The Creative Coalition hosts an annual gala and red carpet after a day of lobbying for support of the National Endowment for the Arts on Capitol Hill.
Hannah Gaber, USA TODAY
The Creative Coalition hosted its annual #RightToBearArts gala and fashion show in Washington, D.C., Thursday, where celebrities, artists and politicians gathered to show their support for the arts.
The gala was co-hosted by USA TODAY and oncology company Novocure and brought out Hollywood advocates such as Steve Howey (“Shameless”), Caterina Scorsone (“Grey’s Anatomy”), Tim Daly (“Madam Secretary”) and Wendi McLendon-Covey (“The Goldbergs”).
After a full day of lobbying on Capitol Hill, the celebrity delegation arrived at the gala, escorted by local community artists who have brain cancer.
Although the event brought out some of Hollywood’s A-listers, the spotlight was on the artists, who are living with a rare form of brain cancer called glioblastoma — the same cancer that killed John McCain last year.
Chief Commercial Officer of Novocure, Pritesh Shah, spoke at the gala about how the arts serve as a form of therapy for brain cancer patients.
“While our treatment impacts our patients’ physical health, we also realize that mental health is also vitally important when coping with such a devastating diagnosis,” said Shah. “Each person finds a different outlet for expression … for many that might be some form of arts.”
More: What is glioblastoma?
CCH Pounder (“NCIS: New Orleans”), Ethan Cutkosky (“Shameless”), Harry Hamlin (“Mad Men”) and other stars escorted the artists on the red carpet and shared why funding for the arts was necessary. Anthony Rapp (“Rent”) and Scorsone both expressed their surprise with the positive feedback they received from Congress on funding the National Endowment for the Arts because there usually seems to be disagreement on the Hill..
“I think many people who don’t live here in Washington, D.C., really are seeing this polarized country right now, but actually being here and talking to people you saw that there was a lot of camaraderie and a lot of understanding across the aisle,” Scorsone says. “Something like the arts I think there’s so much agreement that it benefits our whole society.”
President Donald Trump has tried eliminating the National Endowment for the Arts the last two years as part of his federal budget request, which Congress has rejected. But he’s trying to do so again.
Robin Bronk, the CEO of the Creative Coalition, points to the efforts of both the organization and other arts advocates for convincing Congress to block the cuts and noted Congress approved funding increases for the NEA the last two years.

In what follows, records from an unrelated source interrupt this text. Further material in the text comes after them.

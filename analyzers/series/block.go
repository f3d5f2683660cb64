package series

import (
	"bytes"
	"io"

	"dextral/analyzers/series/fold"
	"dextral/analyzers/series/text"
)

// parser turns records into cells.
type parser interface {
	// Record takes the first record off data, and Cut finds how much of data is
	// whole records, as those of text.Table do.
	Record(data []byte, last bool) (record, rest []byte, lines int, ok bool)
	Cut(data []byte) int
	// Plain reports whether every line of data is a record.
	Plain(data []byte) bool
	// Row reads a record into cells. A fault of the kind text.Empty is none.
	Row(record []byte, cells []fold.Cell) text.Fault
}

// feed cuts a file into blocks of whole records.
type feed struct {
	r     io.Reader
	cut   func([]byte) int
	carry []byte // what is read and not yet part of a block
	hold  []byte // memory of carry
	line  int64  // number of its first line
	err   error  // of the reader; io.EOF at the end

	skipping bool // in the middle of a line that is too long
}

// blockSize is the size of a block. Of four records of any length, all but the
// last are whole.
const blockSize = 4 * text.MaxRecord

// block is a stretch of whole records.
type block struct {
	data []byte
	line int64 // of its first line
	last bool  // the file ends here
	long bool  // instead of data: a line that is too long
}

// next fills buffer, always the same size, with the next block. It reports
// false at the end of the file, and when the reader fails.
func (f *feed) next(buffer []byte) (block, bool) {
	for {
		n := copy(buffer, f.carry)
		f.carry = nil
		if f.err == nil {
			var more int
			more, f.err = fill(f.r, buffer[n:])
			n += more
		}
		data := buffer[:n]
		if n == 0 {
			return block{}, false
		}
		if !f.skipping {
			return f.block(data)
		}
		if end := bytes.IndexByte(data, '\n'); end >= 0 {
			f.skipping = false
			f.line++
			f.keep(data[end+1:])
		}
	}
}

// block takes the whole records off data and keeps the rest. At the end of the
// file all is whole.
func (f *feed) block(data []byte) (block, bool) {
	b := block{data: data, line: f.line, last: f.err == io.EOF}
	if !b.last {
		cut := f.cut(data)
		if cut == 0 { // a line longer than the buffer, or half a one where the reader failed
			f.skipping = true
			return block{line: f.line, long: true}, f.err == nil
		}
		b.data = data[:cut]
		f.keep(data[cut:])
	}
	f.line += int64(bytes.Count(b.data, []byte{'\n'}))
	return b, true
}

func (f *feed) keep(rest []byte) {
	f.hold = append(f.hold[:0], rest...)
	f.carry = f.hold
}

// failure is the error of the reader, if it is not the end of the file.
func (f *feed) failure() error {
	if f.err == io.EOF {
		return nil
	}
	return f.err
}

“It’s not a red issue, it’s not a blue issue, it’s a citizenship issue,” Bronk said. Bronk wants both lawmakers and the nation to know that “the efficacy of the arts cannot be understated.”
The celebrity delegation said they found overwhelming support on Capitol Hill for funding the arts, regardless of party affiliation.
“Even though we have a lot of allies on the Hill, on both sides of the aisle, we need to remind them why we’re here and what we fight for,” Daly said.
The evening’s dinner and fashion show were hosted by Scorsone and her former “Private Practice” castmate, Daly.
Daly said support and funding for the NEA are needed now more than ever because of how the arts affect everyone regardless of background.
“The arts are the most powerful and effective change agent known to mankind,” Daly said. “They are the custodians and emissaries of our culture. They reflect back to us who we are, for better or for worse. They challenge our assumptions, and they inspire our imagination. They are the common language of our humanity.”
The “Madam Secretary” star shared an intimate moment of how the arts saved his life. Daly opened up about how he was an alcoholic in his teenage years and drank to the point of blacking out.
“The only thing that kept me on track was the theater,” said Daly. “I got the idea that being in the theater was something that you didn’t mess with. It was our temple. It was our place of worship.”
The evening concluded with a fashion show, where local artists fiercely walked the runway and modeled designer outfits along with their Optune gear, a wearable, portable device that’s designed to help treat cancer.. The artists were escorted down the catwalk by celebrity delegates, and as each made their way down, Scorsone and Daly read their personal stories ranging from computer architects to police officers.
Some of the artists there had been involved in their local community theater or just enjoyed painting during their free time. Some, like Osmand Nicholas plays guitar for his home church.
Nicholas opened the gala with a guitar solo. As he strutted down the catwalk, gala attendees learned that he was a police officer from California who had been diagnosed with glioblastoma. Following his diagnosis, he married his girlfriend and the two welcomed a baby girl.